The song
“Take It Easy” was the Eagles first single and a bona fide hit that has stood the test of time. Not a bad way to kick off a 40+ year musical career. It doesn’t hurt when one of rock’s great songwriters, Jackson Browne, gives it to you. Browne and Eagles’ frontman Glenn Frye were friends and neighbors in the early 1970s in Los Angeles. According to Browne, Frye heard the song as Browne was in the process of writing it and loved it. But it wasn’t finished and Browne was struggling with the second verse which famously begins, “I was standin’ on the corner in Winslow, Arizona.” After hearing Browne tell this story of his car breaking down on Route 66, leaving him stranded in the small Arizona city. Browne recalled a woman in a Toyota pickup driving past, checking him out. Taking a little poetic license Frye wrote the next line, “It’s a girl, my lord, in a flatbed Ford slowin’ down to take a look at me.” Unfortunately for Toyota their name doesn’t rhyme with “lord.”
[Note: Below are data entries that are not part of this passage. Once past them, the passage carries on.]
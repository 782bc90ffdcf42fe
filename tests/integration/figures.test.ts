import { afterAll, beforeAll, describe, expect, it } from 'vitest';
import type { Actor } from '../../src/domain/access/permissions';
import { asActor } from '../../src/server/db/transaction';
import { AppError } from '../../src/server/errors';
import { fleetFiguresView } from '../../src/schemas/api/figures';
import { fleetFiguresCsv, siteFiguresCsv } from '../../src/server/reports/figures/csv';
import { monthReportPdf } from '../../src/server/reports/figures/month-report';
import { fleetFinding, siteWords } from '../../src/server/reports/figures/words';
import { dropTariff, fleetFigures, setTariff, siteFigures } from '../../src/server/services/figures';
import { testDatabase, type TestDatabase } from '../support/database';
import { writeDays } from '../support/days';
import { testFleet, type TestFleet } from '../support/fleet';
import { pdfPages } from '../support/pdf';

const CLINIC = 'Weirside Clinic';
const LIBRARY = 'Slate Lane Library';
const P0 = 40_000;
let db: TestDatabase;
let fleet: TestFleet;
let manager: Actor;

beforeAll(async () => {
  db = await testDatabase();
  fleet = await testFleet(db, [CLINIC, LIBRARY]);
  manager = await fleet.actor('manager@lowfield.example');
  await db.owner.query(
    `update site set time_zone = 'Europe/London'; update organisation set currency = 'GBP'`,
  );
  const clinic = fleet.site(CLINIC).id;
  await writeDays(db.owner, clinic, { from: '2024-11-01', count: 365, nameplate: P0, sun: 4 });
  await writeDays(db.owner, clinic, { from: '2025-11-01', count: 364, nameplate: P0, sun: 4.4 });
  await writeDays(db.owner, clinic, {
    from: '2026-10-31',
    count: 1,
    nameplate: P0,
    sun: 4.4,
    lost: 60,
    complete: 0.5,
  });
  await writeDays(db.owner, clinic, { from: '2026-11-01', count: 12, nameplate: P0, sun: 3 });
});
afterAll(() => db.drop());

/** Words as they are read: blanks of any kind are one. */
const plain = (text: string): string => text.replace(/\s+/g, ' ');

/** The afternoon of 12 November 2026. */
const AT = new Date('2026-11-12T15:00:00Z');
const read = (period?: string, site = CLINIC, at = AT) =>
  asActor(manager, (tx) => siteFigures(tx, fleet.site(site).ref, period, at));

describe('the figures of a site', () => {
  it('are those of a whole month, with a year before, losses and completeness', async () => {
    const f = await read('2026-10');
    expect(f.now?.performanceRatio).toBeCloseTo(0.85, 4);
    // by hand: 0.85 / (1 − 0.004 × (40 − 25))
    expect(f.now?.performanceRatioStc).toBeCloseTo(0.85 / 0.94, 4);
    // the year was as warm: nothing to correct
    expect(f.now?.performanceRatioAnnual).toBeCloseTo(0.85, 4);
    expect(f.now?.specificYieldKWhKWp).toBeCloseTo(31 * 4.4 * 0.85, 3);
    expect(f.now?.availability).toBeCloseTo(1 - 60 / (31 * 600), 6);
    expect(f.now?.completeness).toBeCloseTo(30.5 / 31, 6);
    expect(f.compared?.nowKWh).toBeCloseTo((f.compared?.beforeKWh ?? 0) * 1.1, 3);
    expect(f.steps?.map((s) => s.key)).toEqual(['light', 'temperature', 'grid', 'stopped', 'rest', 'made']);
    expect(f.steps?.find((s) => s.key === 'stopped')?.kWh).toBeCloseTo(20, 3);
    const words = siteWords(f);
    expect(plain(words.finding)).toBe('Weirside Clinic made 4.6 MWh in October 2026');
    expect(plain(words.sentence)).toContain('10 % more than October 2025');
    expect(words.ofDays).toContain('Marked: 31.');
  });

  it('compare only whole days while the month runs', async () => {
    const f = await read();
    expect(f.period.key).toBe('2026-11');
    expect(f.elapsed).toMatchObject({ days: 12, running: true });
    expect(f.now?.days).toBe(12);
    expect(f.compared?.beforeKWh).toBeCloseTo((11 * 4.4 * P0 * 0.85) / 1000, 3);
    expect(f.compared?.nowKWh).toBeCloseTo((11 * 3 * P0 * 0.85) / 1000, 3);
    expect(plain(siteWords(f).sentence)).toContain('Up to yesterday 32 % less');
  });

  it('say what is not there: ahead, before the plant, without data, without a sensor', async () => {
    expect(siteWords(await read('2027-03')).sentence).toBe('It lies ahead.');
    expect(siteWords(await read('2024-02')).sentence).toContain('begins on 1 November 2024');
    const none = siteWords(await read('2026-10', LIBRARY));
    expect(none.finding).toContain('Nothing is on record');
    await db.owner.query(
      `insert into site_day (day, site_id, energy_ac, energy_dc) values ('2026-10-05', $1, 90000, 93000)`,
      [fleet.site(LIBRARY).id],
    );
    const bare = await read('2026-10', LIBRARY);
    expect(bare.now).toMatchObject({ energyKWh: 90, performanceRatio: null, availability: null });
    expect(bare.steps).toBeNull();
    expect(siteWords(bare).sentence).toContain('no performance ratio');
    await db.owner.query(`delete from site_day where site_id = $1`, [fleet.site(LIBRARY).id]);
  });

  it('are nobody’s of another organisation', async () => {
    const other = await fleet.actor('manager@longacre.example').catch(() => null);
    const stranger: Actor = other ?? { ...manager, organisationId: manager.organisationId + 1000 };
    await expect(
      asActor(stranger, (tx) => siteFigures(tx, fleet.site(CLINIC).ref, undefined, AT)),
    ).rejects.toThrow(AppError);
  });
});

describe('prices', () => {
  const where = () => fleet.site(CLINIC).ref;
  const from = { at: AT, address: '127.0.0.1' };

  it('price each day at its own, are on record, and can be taken away', async () => {
    await asActor(manager, (tx) =>
      setTariff(tx, manager, where(), { from: '2026-10-16', priceKWh: 0.3 }, from),
    );
    await asActor(manager, (tx) =>
      setTariff(tx, manager, where(), { from: '2026-10-30', priceKWh: 0.5 }, from),
    );
    const f = await read('2026-10');
    const day = (P0 * 4.4 * 0.85) / 1000;
    expect(f.worth?.money).toBeCloseTo(day * (14 * 0.3 + 2 * 0.5), 3);
    expect(f.worth?.unpricedKWh).toBeCloseTo(day * 15, 3);
    await expect(
      asActor(manager, (tx) => setTariff(tx, manager, where(), { from: '2026-10-30', priceKWh: 1 }, from)),
    ).rejects.toMatchObject({ kind: 'conflict' });
    const [newest] = f.tariffs;
    await asActor(manager, (tx) =>
      dropTariff(tx, manager, { site: where(), tariff: newest?.id ?? '' }, from),
    );
    expect((await read('2026-10')).tariffs.map((t) => t.from)).toEqual(['2026-10-16']);
    const { rows } = await db.owner.query(
      `select action from audit_entry where action like 'tariff%' order by id`,
    );
    expect(rows.map((r: { action: string }) => r.action)).toEqual([
      'tariff.set',
      'tariff.set',
      'tariff.removed',
    ]);
  });
});

describe('the fleet', () => {
  it('adds plants side by side, whatever their size', async () => {
    await writeDays(db.owner, fleet.site(LIBRARY).id, {
      from: '2026-10-01',
      count: 31,
      nameplate: 2 * P0,
      sun: 2,
    });
    const f = await asActor(manager, (tx) => fleetFigures(tx, '2026-10', AT));
    expect(f.rows.map((r) => r.site.name)).toEqual([LIBRARY, CLINIC]);
    expect(f.total?.specificYieldKWhKWp).toBeCloseTo((31 * 0.85 * (4.4 + 2 * 2)) / 3, 3);
    expect(f.total?.performanceRatio).toBeCloseTo(0.85, 4);
    expect(f.compared).toBeNull();
    expect(plain(fleetFinding(f).finding)).toContain('2 sites');
    const csv = await fleetFiguresCsv(f, fleetFiguresView.parse({ sort: 'energy', order: 'down' })).text();
    expect(csv.split('\r\n')[1]).toMatch(/^Slate Lane Library,|^Weirside Clinic,/);
    expect(csv.split('\r\n').filter(Boolean)).toHaveLength(3);
  });
});

describe('a month on paper', () => {
  it('says the same as the page, day by day', async () => {
    const f = await read('2026-10');
    const pages = await pdfPages(await monthReportPdf(f));
    const text = plain(pages.join(' '));
    expect(text).toContain('Weirside Clinic made 4.6 MWh in October 2026');
    for (const card of siteWords(f).cards) expect(text).toContain(card.label);
    expect(text).toContain('2026-10-31 150 kWh');
    expect(text).toContain('No cause was found in this month.');
    expect(text).toMatch(/Page 1 of \d/);
    const csv = await siteFiguresCsv(f).text();
    expect(csv.split('\r\n').filter(Boolean)).toHaveLength(32);
  });
});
Featuring layered guitars, an infectious beat, and some of the sweetest four part harmonies in rock history, Take It Easy shot all the way to number 12 on the Billboard Hot 100 chart in 1972. It remained on the charts for just 11 weeks, but its impact is still felt today not just musically, but in the guise of Standin’ On The Corner Park in Winslow, where a statue of Glenn Frye now stands and a late ’50s or 1960 Ford F-500 flatbed truck sits. The park was created in 1999 to help attract tourists to the town that fell on hard times after I-40 routed most tourist traffic a mile north of town from Old Route 66. The park features a mural by American artist, John Pugh as well as the statue of Frye by sculptor Ron Adamson that was added in 2016 shortly after Frye’s death in 2016.
The truck
While Frye never specified the year and model of the truck, creators of the park found a Ford F-500, restored it and parked it on the corner of 2nd (old Hwy 66) and Kinsley in downtown Winslow. A third generation F series, the truck was produced sometime between 1957 and 1960. Thanks to the badge on the truck’s hood, we know that it is powered by a 223 cubic inch Mileage Maker inline 6. A workhorse on farms and ranches throughout the U.S., this particular F-500 has been restored with a 12-foot steel bed and removable stakes that would have been used on a truck intended to haul hay around a ranch. Now it does an even more important job, connecting the town with its little bit of rock history and drawing tourists from all over the world.